Your objective: Every line in the entries where "that" is found should be copied.

Records for this exercise:
※ ※ ※
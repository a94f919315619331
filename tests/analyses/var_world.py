"""A small study whose scenarios a VAR judges: two variables that hazards read, one that only a collateral-free LGD passes over."""

from __future__ import annotations

from pathlib import Path

import numpy as np
import pandas as pd

import stresskit as sk
from stresskit.runs.api import checked_setting
from stresskit.runs.setting import Setting
from tests.cli.small_study import STUDY, write_small_study

VARIABLES = """\
    unemployment_rate: {unit: percent, place: linear}
    house_price_index: {unit: index, place: linear}
    policy_rate: {unit: percent, place: step}
"""
FEATURES = """\
    unemployment_change: {of: unemployment_rate, transform: difference, over: 4, lag: 1}
    house_price_growth: {of: house_price_index, transform: log_growth, over: 4, lag: 1}
    policy_rate_change: {of: policy_rate, transform: difference, over: 2, lag: 0}
  var:
    variables: {unemployment_rate: difference, house_price_index: log_difference, policy_rate: difference}
    lags: 1
    floors: {unemployment_rate: 0, policy_rate: 0}
"""
BASELINE = """\
scenario: baseline
starts: 2021Q1
paths:
  unemployment_rate: {values: [5.0, 5.0, 4.9, 4.9, 4.9, 4.9, 4.9, 4.9]}
  house_price_index: {values: [151, 152, 153, 154, 155, 156, 157, 158]}
  policy_rate: {values: [2.0, 2.0, 2.0, 2.0, 2.0, 2.0, 2.0, 2.0]}
afterwards: {unemployment_rate: {revert_to: 5.2, over: 4}, house_price_index: {grow_by: 1%}, policy_rate: hold}
"""
SLUMP = """\
scenario: slump
based_on: baseline
starts: 2021Q1
paths:
  unemployment_rate: {add_to: baseline, values: [1.0, 2.0, 3.0, 3.5, 3.0, 2.0, 1.0], then: zero}
  house_price_index: {change_from: baseline, peak: -15%, at: 2022Q1, back_by: 2023Q4}
  policy_rate: {add_to: baseline, values: [-0.5, -1.0, -1.0], then: zero}
"""


def study_text(*, payoff_reads_rate: bool = True) -> str:
    text = STUDY.replace(
        "    unemployment_rate: {unit: percent, place: linear}\n    policy_rate: {unit: percent, place: step}\n",
        VARIABLES,
    )
    text = text.replace(
        "    unemployment_change: {of: unemployment_rate, transform: difference, over: 4, lag: 1}\n", FEATURES
    )
    text = text.replace(
        "      - {macro: unemployment_change, expect: positive}\n",
        "      - {macro: unemployment_change, expect: positive}\n      - {macro: house_price_growth}\n",
    )
    if payoff_reads_rate:
        text = text.replace(
            "      - {age: linear}\n", "      - {age: linear}\n      - {macro: policy_rate_change}\n"
        )
    return text


def write_var_study(
    folder: Path, *, more: str = "", payoff_reads_rate: bool = True, loans: int = 600
) -> Path:
    """study.yaml and its inputs; ``more``: text at the end of the study."""
    study = write_small_study(folder, loans=loans)
    rng = np.random.default_rng(77)
    table = pd.read_csv(folder / "macro.csv")
    n = len(table)
    shocks = (
        rng.normal(size=(n, 3))
        @ np.linalg.cholesky([[1.0, -0.4, -0.3], [-0.4, 1.0, 0.2], [-0.3, 0.2, 1.0]]).T
    )
    table["unemployment_rate"] = (
        (table["unemployment_rate"] + 0.1 * np.cumsum(shocks[:, 0])).clip(lower=2).round(3)
    )
    table["house_price_index"] = 150 * np.exp(np.cumsum(0.004 + 0.012 * shocks[:, 1]))
    table["house_price_index"] = (
        table["house_price_index"] * 150 / table["house_price_index"].iloc[-1]
    ).round(3)
    table["policy_rate"] = (
        (2.0 + 0.15 * (np.cumsum(shocks[:, 2]) - shocks[:, 2].sum())).clip(0.2).round(3)
    )
    table.to_csv(folder / "macro.csv", index=False)
    study.write_text(study_text(payoff_reads_rate=payoff_reads_rate) + more)
    (folder / "baseline.yaml").write_text(BASELINE)
    (folder / "slump.yaml").write_text(SLUMP)
    return study


def var_setting(folder: Path, **options: object) -> Setting:
    """The study, fitted and set up."""
    file = sk.load_study(write_var_study(folder, **options))  # type: ignore[arg-type]
    data = sk.prepare(file)
    return checked_setting(file, data, sk.fit(file, data))[0]
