from stresskit.analyses.ask import analyse
from stresskit.analyses.backtest import answer, cutoffs, last_observed
from stresskit.analyses.backtest_date import FLAT, LAST_YEAR, MODEL, NO_MACRO, Dated, at_cutoff
from stresskit.analyses.past import demand_end_of_period, done_again
from stresskit.core.errors import NumericError, UsageError
from stresskit.core.period import Frequency, parse_period
from stresskit.evidence.rows import window
from stresskit.hazard.fit import fit_hazard
from stresskit.runs.records import Analysis
from stresskit.runs.setting import Setting
from stresskit.spec.backtest import Backtest
from tests.analyses import past_world as world
from tests.analyses.world import setting_of

CUT = "2007Q4"
CUTOFF = parse_period(CUT, Frequency.QUARTER)


@pytest.fixture(scope="module")
def loans() -> pd.DataFrame:
    return world.panel(2000)


@pytest.fixture(scope="module")
def setting(tmp_path_factory: pytest.TempPathFactory, loans: pd.DataFrame) -> Setting:
    file = world.write_world(tmp_path_factory.mktemp("past"))
    return setting_of(file, loans=loans)


@pytest.fixture(scope="module")
def dated(setting: Setting) -> Dated:
    return at_cutoff(setting, Backtest(cutoffs=(CUT,)), CUT, CUTOFF, 20, lambda _: None)


@pytest.fixture(scope="module")
def found(setting: Setting) -> Analysis:
    return analyse(setting, "backtest", Backtest(cutoffs=("2005Q4", CUT)))


# ---- a known truth


def test_the_true_model_is_calibrated_out_of_time_and_its_rivals_are_not(dated: Dated) -> None:
    came = float(dated.seen.did("default").sum())
    low, high = dated.band.total
    middle = (low + high) / 2
    assert abs(came - middle) < (high - low)  # within 3.3 standard errors
    for rival in (NO_MACRO, FLAT, LAST_YEAR):
        expected = float(dated.said[rival].given["default"].expected.sum())
        # chance alone has a standard deviation of sqrt(357) = 19
        assert came - expected > 5 * np.sqrt(came), rival
    assert float(dated.actual["default"][-1]) == pytest.approx(
        float(dated.said[MODEL].rolled.pd.mean()), abs=0.05
    )


def test_the_log_score_ranks_the_truth_first(found: Analysis) -> None:
    scores = found.table("scores").query("cutoff == @CUT").set_index("said_by")
    assert scores["log_score"].idxmax() == MODEL
    rivals = scores.drop(index=MODEL)
    assert (rivals["lead_of_model"] > 2 * rivals["lead_se"]).all()


def test_the_answer_says_what_came_and_what_was_expected(found: Analysis) -> None:
    row = found.table("summary").set_index("cutoff").loc[CUT]
    assert f"expected {row['pd_model']:.2%} of {row['loans']:,} loans to default by 2012Q4" in found.answer
    assert f"{row['pd_actual']:.2%} did" in found.answer
    assert found.answer.startswith("Yes: it saw ")
    assert found.facts["cutoffs"] == ["2005Q4", CUT]


def test_a_book_without_a_downturn_leaves_the_question_open(setting: Setting) -> None:
    calm = parse_period("2003Q4", Frequency.QUARTER)
    one = at_cutoff(setting, Backtest(), "2003Q4", calm, 12, lambda _: None)
    assert answer([one]).startswith("Open: after none of these dates did defaults rise")


@pytest.mark.slow
def test_the_band_holds_period_shocks(tmp_path: Path) -> None:
    """90% bands with shocks of 40% a quarter that the fit has to find: 3 seeds x 20 quarters, Monte Carlo sd 3.9%."""
    inside: list[bool] = []
    found: list[float] = []
    file = world.write_world(tmp_path)
    for seed in range(3):
        s = setting_of(file, loans=world.panel(1800, seed=seed, shock_sd=0.4))
        d = at_cutoff(s, Backtest(), CUT, CUTOFF, 20, lambda _: None)
        came = d.seen.counts("default", np.zeros(d.seen.n, dtype=np.int64), 1)[0]
        inside += d.band.inside(came).tolist()
        found.append(d.band.shock_sd)
    assert np.mean(found) > 0.2
    assert 0.90 - 3 * 0.039 <= np.mean(inside) <= 1.0


# ---- a slow oracle: plain loops over the raw rows


def hazards(dated: Dated, row: Mapping[Any, Any], age: int, change: float) -> tuple[float, float]:
    """(default odds, payoff odds) from printed coefficients; ages beyond the supported one keep its value."""
    d, p = dated.past.fits["default"].params, dated.past.fits["payoff"].params
    old, older = (min(age, dated.past.fits[c].facts.supported_age) for c in ("default", "payoff"))
    eta = (
        d["intercept"]
        + d["age[log]"] * np.log(old)
        + d["unemployment_change"] * change
        + d["score"] * row["score"]
    )
    eta += d["product[floating]"] * (row["product"] == "floating")
    return float(np.expm1(np.exp(eta))), float(np.expm1(np.exp(p["intercept"] + p["age[linear]"] * older)))


def test_actual_and_expected_by_plain_loops(dated: Dated, found: Analysis, loans: pd.DataFrame) -> None:
    level = world.unemployment()
    change = (level - level.shift(4)).shift(1)
    when = pd.PeriodIndex(loans["quarter"], freq="Q")
    cut = pd.Period(CUT)
    opened = pd.PeriodIndex(loans["opened"], freq="Q")
    book = loans[(when == cut) & (loans["state"] == "C") & (loans["matures"] > CUT)]
    later = loans[(when > cut) & loans["id"].isin(set(book["id"]))]
    actual = dict.fromkeys(("fixed", "floating"), 0)
    expected = dict.fromkeys(actual, 0.0)
    by_period: dict[str, list[float]] = {}
    for i, row in zip(later.index, later.to_dict("records"), strict=True):
        age = (when[i] - opened[i]).n + 1
        odds, _ = hazards(dated, row, age, float(change[when[i]]))
        tally = by_period.setdefault(row["quarter"], [0.0, 0.0])
        if row["state"] != "P":
            expected[row["product"]] += odds / (1 + odds)
            tally[1] += odds / (1 + odds)
        actual[row["product"]] += row["state"] == "D"
        tally[0] += row["state"] == "D"
    projected = dict.fromkeys(actual, 0.0)
    for row in book.to_dict("records"):
        survival = 1.0
        left = (pd.Period(row["matures"]) - cut).n
        age = (cut - pd.Period(row["opened"])).n + 1
        for h in range(1, min(left, 20) + 1):
            d, p = hazards(dated, row, age + h, float(change[cut + h]))
            projected[row["product"]] += survival * d / (1 + d + p)
            survival /= 1 + d + p
    groups = found.table("groups").query("cutoff == @CUT and by == 'product'").set_index("group")
    for product in actual:
        assert groups.loc[product, "defaults"] == actual[product]
        assert groups.loc[product, "expected"] == pytest.approx(expected[product], rel=1e-9)
        assert groups.loc[product, "projected"] == pytest.approx(projected[product], rel=1e-9)
    periods = found.table("periods").query("cutoff == @CUT").set_index("period")
    for period, (came, said) in by_period.items():
        assert periods.loc[period, "defaults"] == came
        assert periods.loc[period, "expected"] == pytest.approx(said, rel=1e-9)
    assert dated.seen.n == len(book)


def test_flat_and_last_year_rates_by_plain_counts(dated: Dated, found: Analysis, loans: pd.DataFrame) -> None:
    """(D + 1/2) / (n + 1) per product, n the rows at risk that did not pay off; times the rows that came."""
    when = pd.PeriodIndex(loans["quarter"], freq="Q")
    first = loans.groupby("id")["quarter"].transform("min")
    young = pd.PeriodIndex(loans["opened"], freq="Q") == pd.PeriodIndex(loans["quarter"], freq="Q")
    # a loan's first row after its origination shows its entry and is not at risk
    at_risk = (loans["quarter"] != first) | young
    seen = dated.seen
    groups = found.table("groups").query("cutoff == @CUT and by == 'product'").set_index("group")
    later = loans[
        (when > pd.Period(CUT)) & loans["id"].isin(set(seen.book.loan_ids)) & (loans["state"] != "P")
    ]
    for name, begin in ((FLAT, "1990Q1"), (LAST_YEAR, "2007Q1")):
        for product in ("fixed", "floating"):
            mine = loans[
                (loans["product"] == product) & (when >= pd.Period(begin)) & (when <= pd.Period(CUT))
            ]
            mine = mine[at_risk.loc[mine.index] & (mine["state"] != "P")]
            rate = ((mine["state"] == "D").sum() + 0.5) / (len(mine) + 1.0)
            rows = (later["product"] == product).sum()
            assert groups.loc[product, f"expected {name}"] == pytest.approx(rate * rows, rel=1e-9), (
                name,
                product,
            )


# ---- no look at what came later


def changed_after(loans: pd.DataFrame, after: str) -> pd.DataFrame:
    """Outcomes after the date turned round, some more exits there, balances halved, half of the new loans gone."""
    late = loans["quarter"] > after
    out = loans.copy()
    out.loc[late, "state"] = out.loc[late, "state"].map({"D": "C", "P": "D", "C": "C"})
    digit = out["id"].str[-1].astype(int)
    out.loc[late & (digit == 7), "state"] = "D"
    out.loc[late, "owed"] = (out.loc[late, "owed"] * 0.5).round(2)
    out = out[~((out["opened"] > after) & (digit < 5))]
    # after an exit nothing follows
    gone = out["state"].ne("C").groupby(out["id"]).cumsum().groupby(out["id"]).shift(fill_value=0) > 0
    return out[~gone].reset_index(drop=True)


def test_nothing_after_the_cutoff_changes_what_was_fitted(setting: Setting, loans: pd.DataFrame) -> None:
    other_loans = changed_after(loans, CUT)
    economy = world.macro()
    late = economy["period"] > CUT
    economy.loc[late, "unemployment_rate"] = 11.0 - economy.loc[late, "unemployment_rate"]
    other = setting_of(setting.file, loans=other_loans, macro=economy)
    # The witness: a fit on rows that are not cut does see the difference.
    leaking = [
        fit_hazard(
            s.file.study.hazards["default"], s.data.loans.risk_set, s.data.features, cause="default"
        ).coefficients
        for s in (setting, other)
    ]
    assert np.abs(leaking[0] - leaking[1]).max() > 0.1
    ours, theirs = (done_again(s, CUTOFF, 20) for s in (setting, other))
    for cause in ("default", "payoff"):
        assert ours.fits[cause].coefficients.tobytes() == theirs.fits[cause].coefficients.tobytes()
        assert (
            ours.fits[cause].cov_params().to_numpy().tobytes()
            == theirs.fits[cause].cov_params().to_numpy().tobytes()
        )
    for name in ("loan_ids", "age", "remaining", "balance", "rate"):
        np.testing.assert_array_equal(
            getattr(ours.setting.portfolio, name), getattr(theirs.setting.portfolio, name)
        )
    # A change before the cut-off is seen.
    early = changed_after(loans, "2006Q4")
    third = done_again(setting_of(setting.file, loans=early), CUTOFF, 20)
    assert np.abs(third.fits["default"].coefficients - ours.fits["default"].coefficients).max() > 1e-3


def test_reading_again_at_the_cutoff_is_the_risk_set_cut_there(setting: Setting) -> None:
    past = done_again(setting, CUTOFF, 20)
    cut = window(setting.data.loans.risk_set, last=CUTOFF)
    mine = past.setting.data.loans.risk_set
    for name in ("stay_origin", "stay_entry", "stay_exit", "stay_cause"):
        np.testing.assert_array_equal(getattr(mine, name), getattr(cut, name))
    np.testing.assert_array_equal(mine.loan_ids[mine.stay_loan], cut.loan_ids[cut.stay_loan])


# ---- what was published, and written, then


def test_publication_and_vintages_change_what_the_fit_reads(setting: Setting) -> None:
    now = done_again(setting, CUTOFF, 20)
    late = done_again(setting, CUTOFF, 20, publication=2)
    # The feature has a lag of one quarter: two quarters unpublished leave one row quarter out.
    assert late.known.start + late.known.n_periods - 1 == CUTOFF - 1
    assert late.fits["default"].facts.n_periods == now.fits["default"].facts.n_periods - 1
    economy = world.macro()
    economy = economy[economy["period"] <= CUT]
    economy["unemployment_rate"] += 0.3 * np.sin(np.arange(len(economy)))
    economy.to_csv(setting.file.base / "then.csv", index=False)
    old = done_again(setting, CUTOFF, 20, vintage="then.csv")
    assert (
        abs(
            old.fits["default"].params["unemployment_change"]
            - now.fits["default"].params["unemployment_change"]
        )
        > 0.01
    )
    # What came is projected with the values of today in any case.
    for past in (late, old):
        np.testing.assert_array_equal(
            past.setting.features(past.setting.path("what came")).values,
            now.setting.features(now.setting.path("what came")).values,
        )


def test_a_scenario_written_then_stands_beside_what_came(setting: Setting) -> None:
    calm = "scenario: calm\nstarts: 2008Q1\npaths:\n  unemployment_rate: {values: [5.0, 5.0]}\nafterwards: hold\n"
    (setting.file.base / "calm.yaml").write_text(calm)
    spec = Backtest(cutoffs=(CUT,), scenarios_then={CUT: ("calm.yaml",)})
    row = analyse(setting, "backtest", spec).table("summary").iloc[0]
    assert row["pd_then_calm"] < 0.6 * row["pd_model"]
    assert row["pd_then_calm"] == pytest.approx(row["pd_no_macro"], rel=0.5)


# ---- money


def test_balance_at_default_and_loss_are_those_of_the_rows(
    dated: Dated, found: Analysis, loans: pd.DataFrame
) -> None:
    late = loans[
        (loans["quarter"] > CUT) & loans["id"].isin(set(dated.seen.book.loan_ids)) & (loans["state"] == "D")
    ]
    groups = found.table("groups").query("cutoff == @CUT and by == 'product'").set_index("group")
    lgd = {"fixed": 0.3, "floating": 0.45}
    for product, rows in late.groupby("product"):
        assert groups.loc[product, "balance_defaulted"] == pytest.approx(rows["owed"].sum(), rel=1e-12)
        assert groups.loc[product, "loss_at_model_lgd"] == pytest.approx(
            rows["owed"].sum() * lgd[str(product)], rel=1e-9
        )
    assert (groups["loss_projected"] > 0.5 * groups["loss_at_model_lgd"]).all()


# ---- words for what cannot be done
※ ※ ※
Written response:
"""A small study whose scenarios a VAR judges: two variables that hazards read, one that only a collateral-free LGD passes over."""
    """90% bands with shocks of 40% a quarter that the fit has to find: 3 seeds x 20 quarters, Monte Carlo sd 3.9%."""
    """(D + 1/2) / (n + 1) per product, n the rows at risk that did not pay off; times the rows that came."""
    # The witness: a fit on rows that are not cut does see the difference.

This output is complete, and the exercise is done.